LA PSICANALISI SECONDO
SCIACCHITANO

"TU PUOI SAPERE,
SE NON RESISTI ALLA SOVVERSIONE SCIENTIFICA"
creata il 22 gennaio 2008, aggiornata il 29 giugno 2009

 

 

Tu vieni dalla "morale del sito" o da una pagina su qualche scienziato o non ho indovinato.

Sei in "Resistere alla scienza"

Il tuo discorso fa probabilmente eco a quello messo in esergo da Georg Groddeck al suo Libro dell'Es:

Was habe ich Armer mit Wissenschaft zu tun?

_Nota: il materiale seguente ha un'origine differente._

import type { Reason } from '../../decision/route.js';
import { showNumber } from '../../exchange/number-format.js';
import { Decimal } from '../../formula/decimal.js';
import { shownText } from '../../formula/digits.js';
import { fill } from '../../locales/fill.js';
import type { Texts } from '../../locales/en.js';
import { sourceName } from '../../locales/quantity-name.js';
import type { ReadingJson } from '../../lot/lot-reading.js';

/** What is needed of the element that says why. */
export interface ReasonHost {
  texts(): Texts;
  tag(): string;
  reading(key: string): ReadingJson | undefined;
}

const LIMITS = ['directLimit', 'pretreatmentLimit', 'pretreatmentTarget', 'waterLimitBase', 'waterLimitAcid'];

/** Shares in a sentence: two decimals, or more where one would look equal to a limit that it misses. */
const SHARE_DIGITS = [{ bands: [{ below: '10', decimals: 2 }, { decimals: 1 }] }, { decimals: 2 }, { decimals: 3 }, { decimals: 4 }, { decimals: 6 }] as const;

/** The reasons of a route as sentences. */
export class ReasonWords {
  constructor(private readonly host: ReasonHost) {}

  sentence({ code, params }: Reason): string {
    const texts = this.host.texts();
    const words = (name: string, value: string): string | undefined => (name === 'passes' || name === 'runs' ? value : name === 'source' ? sourceName(value, texts) : undefined);
    const shown = Object.entries(params).map(([name, value]) => [name, words(name, value) ?? this.siteText(value) ?? this.share(value, params['limit'] ?? params['target'])] as const);
    const water = this.host.reading('waterContent')?.shown;
    return fill(texts.reasons[code], { ...(water !== undefined && { water: this.number(water) }), ...Object.fromEntries(shown) });
  }

  /** A limit as the site wrote it, else with the digits of a share. */
  limit(value: string): string {
    return this.siteText(value) ?? this.share(value, undefined);
  }

  private siteText(value: string): string | undefined {
    const key = LIMITS.find((limit) => this.host.reading(limit)?.value === value);
    const shown = key && this.host.reading(key)?.shown;
    return shown === undefined ? undefined : this.number(shown);
  }

  private share(value: string, limit: string | undefined): string {
    const exact = new Decimal(value);
    const texts = SHARE_DIGITS.map((digits) => shownText(exact, digits));
    const apart = texts.find((text) => limit === undefined || !new Decimal(text).eq(limit));
    return this.number(apart ?? texts[0] ?? value);
  }

  private number(text: string): string {
    return showNumber(text, this.host.tag());
  }
}
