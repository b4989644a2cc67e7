import { createContext } from '@lit/context';
import type { UnitSystem } from '../../exchange/amount.js';
import { EMPTY_LOT, EMPTY_SITE } from '../../lot/entry.js';
import type { LotEntry, SiteProfile } from '../../lot/entry.js';
import type { LotFaults, LotReading } from '../../lot/lot-reading.js';
import { readLot } from '../../lot/read-lot.js';

/** What lies on the bench: the lot and the site as given, and what was read from them. Never changed in place. */
export interface Desk {
  readonly entry: LotEntry;
  readonly site: SiteProfile;
  readonly reading: LotReading | LotFaults;
  readonly units: UnitSystem;
  /** Whether a step can be taken back. */
  readonly canUndo: boolean;
}

/** By which the elements of one lot share it. A second copy of the code on the page has a context of its own. */
export const deskContext = createContext<Desk>(Symbol('esterway-desk'));

export const deskOf = (entry: LotEntry, site: SiteProfile, units: UnitSystem, canUndo = false): Desk => ({
  entry, site, units, canUndo, reading: readLot(entry, site),
});

export const EMPTY_DESK: Desk = deskOf(EMPTY_LOT, EMPTY_SITE, 'metric');
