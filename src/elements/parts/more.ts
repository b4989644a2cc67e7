import { runBeside, script } from './beside.js';

type More = typeof import('../define-more.js');

let loading: Promise<void> | undefined;

/**
 * Fetches and registers the elements that a page seldom needs, once. They stand in a file of their
 * own, so that a page loads them only when a person asks for one.
 *
 * @throws where the file cannot be had; the next call tries again
 */
export function loadMore(): Promise<void> {
  loading ??= fetched().then(
    ({ defineMore }) => defineMore(),
    (fault: unknown) => {
      loading = undefined;
      throw fault;
    },
  );
  return loading;
}

async function fetched(): Promise<More> {
  if (script === undefined) return import('../define-more.js');
  await runBeside('esterway-more.min.js');
  const { more } = (globalThis as { esterwayParts?: { more?: More } }).esterwayParts ?? {};
  if (!more) throw new Error('esterway-more.min.js did not run');
  return more;
}
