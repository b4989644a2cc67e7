import { css } from 'lit';

/**
 * Reset of what a host inherits, and the colours of the bench notebook: paper and ink, oil amber,
 * the pink of the end point, the grey-blue of glass. Each can be set from the page by its
 * `--esterway-…` property; light or dark follows the page's `color-scheme`.
 */
export const tokens = css`
  :host {
    --_paper: var(--esterway-paper, light-dark(#fbfaf5, #182022));
    --_ink: var(--esterway-ink, light-dark(#1f2c2e, #e7ece9));
    --_quiet: var(--esterway-quiet, light-dark(#56666b, #9fb0b3));
    --_rule: var(--esterway-rule, light-dark(#d3dbdb, #354246));
    --_faint: var(--esterway-faint, light-dark(#eef2f1, #20292b));
    --_glass: var(--esterway-glass, light-dark(#4d6b7a, #9cbccb));
    --_amber: var(--esterway-amber, light-dark(#855706, #e8b95c));
    --_oil: var(--esterway-oil, light-dark(#f6e7c4, #4a3a17));
    --_pink: var(--esterway-pink, light-dark(#b3275f, #ff8fb6));
    --_pink-soft: var(--esterway-pink-soft, light-dark(#fbe3ec, #3a1f2a));
    --_margin: var(--esterway-margin, light-dark(#e9b9cb, #6b3448));
    --_size: var(--esterway-font-size, 14px);
    --_font: var(--esterway-font, system-ui, 'Segoe UI', Roboto, 'DejaVu Sans', sans-serif);
    --_target: 44px;

    display: block;
    box-sizing: border-box;
    color: var(--_ink);
    font: normal 400 var(--_size) / 1.4 var(--_font);
    font-variant-numeric: tabular-nums;
    /* the languages spoken run from left to right; a page of the other direction would write kg 900 */
    direction: ltr;
    letter-spacing: normal;
    word-spacing: normal;
    text-align: start;
    text-indent: 0;
    text-transform: none;
    text-shadow: none;
    text-align-last: auto;
    text-emphasis: none;
    white-space: normal;
    word-break: normal;
    line-break: auto;
    overflow-wrap: normal;
    hyphens: manual;
    cursor: auto;
    caret-color: auto;
    -webkit-text-fill-color: currentcolor;
    -webkit-text-stroke: 0;
    -webkit-text-size-adjust: 100%;
    text-size-adjust: 100%;
  }
  :host([hidden]) {
    display: none;
  }
  *,
  *::before,
  *::after {
    box-sizing: border-box;
  }
  p,
  h2,
  h3,
  h4,
  ol,
  ul,
  dl,
  dd,
  figure {
    margin: 0;
    padding: 0;
  }
  ol,
  ul {
    list-style: none;
  }
  button,
  select,
  input {
    font: inherit;
    color: inherit;
    letter-spacing: inherit;
    margin: 0;
    border-radius: 0;
  }
  button,
  select {
    cursor: pointer;
  }
  :focus-visible {
    outline: 2px solid var(--_pink);
    outline-offset: 1px;
  }
  .quiet {
    color: var(--_quiet);
  }
  .small {
    font-size: 0.9em;
  }
  .unseen {
    position: absolute;
    inline-size: 1px;
    block-size: 1px;
    margin: -1px;
    overflow: hidden;
    clip-path: inset(50%);
    white-space: nowrap;
  }
  @media print {
    :host {
      --_paper: #fff;
      --_ink: #000;
      --_quiet: #333;
      --_rule: #999;
      --_faint: #fff;
      --_glass: #000;
      --_amber: #000;
      --_oil: #eee;
      --_pink: #000;
      --_pink-soft: #fff;
      --_margin: #999;
      font-size: 9.5pt;
    }
    .no-print {
      display: none !important;
    }
  }
`;

/** A button with words. */
export const buttons = css`
  .action {
    min-block-size: var(--_target);
    padding: 0.5em 0.8em;
    background: none;
    border: 1px solid var(--_glass);
    border-radius: 2px;
  }
  .action:hover {
    background: var(--_faint);
  }
  .action.main {
    background: var(--_glass);
    border-color: var(--_glass);
    color: var(--_paper);
  }
  .action:disabled {
    opacity: 0.5;
    cursor: default;
  }
  .open {
    display: inline;
    padding: 0;
    border: 0;
    background: none;
    font-weight: inherit;
    text-align: inherit;
    text-decoration: underline dotted 1px;
    text-decoration-color: var(--_glass);
    text-underline-offset: 0.25em;
  }
  .open:hover {
    text-decoration-style: solid;
  }
  @media print {
    .open {
      text-decoration: none;
    }
  }
  @media (forced-colors: active) {
    .action.main {
      border-width: 2px;
    }
  }
`;

/** A box beside the text: what asks for attention (pink) and what can hurt (amber). */
export const boxes = css`
  .gate {
    margin-block: 8px;
    padding: 7px 9px;
    border-inline-start: 3px solid var(--_pink);
    background: var(--_pink-soft);
  }
  .care {
    margin-block: 8px 0;
    padding: 7px 9px;
    border: 1px solid var(--_amber);
  }
  .care b {
    color: var(--_amber);
  }
`;
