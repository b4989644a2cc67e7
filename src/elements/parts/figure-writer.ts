import { showNumber } from '../../exchange/number-format.js';
import type { WriteFigure } from '../../formula/working-text.js';
import { workingFigure } from '../../lot/working.js';

/** Figures with their units as a working shows them, in the page's language. */
export const figureWriter = (tag: string): WriteFigure => (value, unit) => workingFigure(value, unit).replace(/^[-\d.]+/, (digits) => showNumber(digits, tag));
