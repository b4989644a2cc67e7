import { createContext } from '@lit/context';
import type { UnitSystem } from '../../exchange/amount.js';
import { EMPTY_LOT, EMPTY_SITE } from '../../lot/entry.js';
import type { LotEntry, SiteProfile } from '../../lot/entry.js';
import type { LotFaults, LotReading } from '../../lot/lot-reading.js';
import { readLot } from '../../lot/read-lot.js';

/** What lies on the bench: the lot and the site as given, and what was read from them. Never changed in place. */
export interface Desk {
  readonly entry: LotEntry;
  readonly site: SiteProfile;
  readonly reading: LotReading | LotFaults;
  readonly units: UnitSystem;
  /** Whether a step can be taken back. */
  readonly canUndo: boolean;
}

/** By which the elements of one lot share it. A second copy of the code on the page has a context of its own. */
export const deskContext = createContext<Desk>(Symbol('esterway-desk'));

export function deskOf(entry: LotEntry, site: SiteProfile, units: UnitSystem, canUndo = false): Desk {
  const reading = readLot(entry, site, { today: today() });
  const rest = { reading, units, canUndo };
  if ('faults' in reading) return { entry, site, ...rest };
  return { entry: whole(EMPTY_LOT, entry), site: whole(EMPTY_SITE, site), ...rest };
}

/** The day by the clock of the machine, ISO 8601. */
function today(): string {
  const now = new Date();
  const two = (part: number): string => String(part).padStart(2, '0');
  return `${now.getFullYear()}-${two(now.getMonth() + 1)}-${two(now.getDate())}`;
}

/** Parts left out of a document count as empty. */
const whole = <Document extends object>(empty: Document, given: Document): Document =>
  Object.keys(empty).every((part) => part in given) ? given : { ...empty, ...given };

export const EMPTY_DESK: Desk = deskOf(EMPTY_LOT, EMPTY_SITE, 'metric');
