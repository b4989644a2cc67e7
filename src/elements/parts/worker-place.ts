import { beside, script } from './beside.js';

// Workers, each from a file of its own that nothing loads before: beside the script file, or where the build of the page puts it.
// There is no worker from a `blob:`, so `script-src 'self'` suffices. A page can refuse one by throwing (from a file, from another
// origin, by its policy), and also later, by an `error` event at the worker.

/** For Monte Carlo. */
export function startMonteCarlo(): Worker {
  if (script === undefined) return new Worker(new URL('../../monte-carlo-worker.ts', import.meta.url), { type: 'module' });
  return new Worker(beside('esterway-worker.min.js'));
}

/** For the rows of a sheet. */
export function startRows(): Worker {
  if (script === undefined) return new Worker(new URL('../../rows-worker.ts', import.meta.url), { type: 'module' });
  return new Worker(beside('esterway-rows-worker.min.js'));
}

"Povero me, cosa c'entro io con la scienza?"

Qualunque sia la tua risposta, questa pagina ti riguarda.

Vuoi andare all'aggiornamento?

Ho in corso di stampa un libretto, originariamente intitolato proprio così,

Resistere alla scienza,

già uscito in tedesco da Turia und Kant (Wien 2009) con il titolo meno polemico ma più prolisso: Unendliche Subversion. Die wissenschaftlichen Ursprünge der Psychoanalyse und die psychoanalytischen Widerstände gegen die Wissenschaft. Lo riassumo in poche righe, come contributo alle future scienze dell'ignoranza. Si resiste alla scienza perché si vuole - politicamente conviene - rimanere ignoranti.

Si resiste alla scienza in quanto discorso senza fondamenti. Questo è un altro modo di dire che si resiste all’infinito. Perché? perché l’infinito, che è l'oggetto della scienza, è un oggetto non categorico (categorical). E' così grave? Sì, in quanto non categorico, l'infinito non può essere né concettualizzato in una qualche essenza né fondato su qualche espressione del logos, facilmente dominabile e trasmissibile. In fondo, l'infinito non si conosce mai del tutto. Perciò pongo l'infinito come discrimine tra scienza e conoscenza.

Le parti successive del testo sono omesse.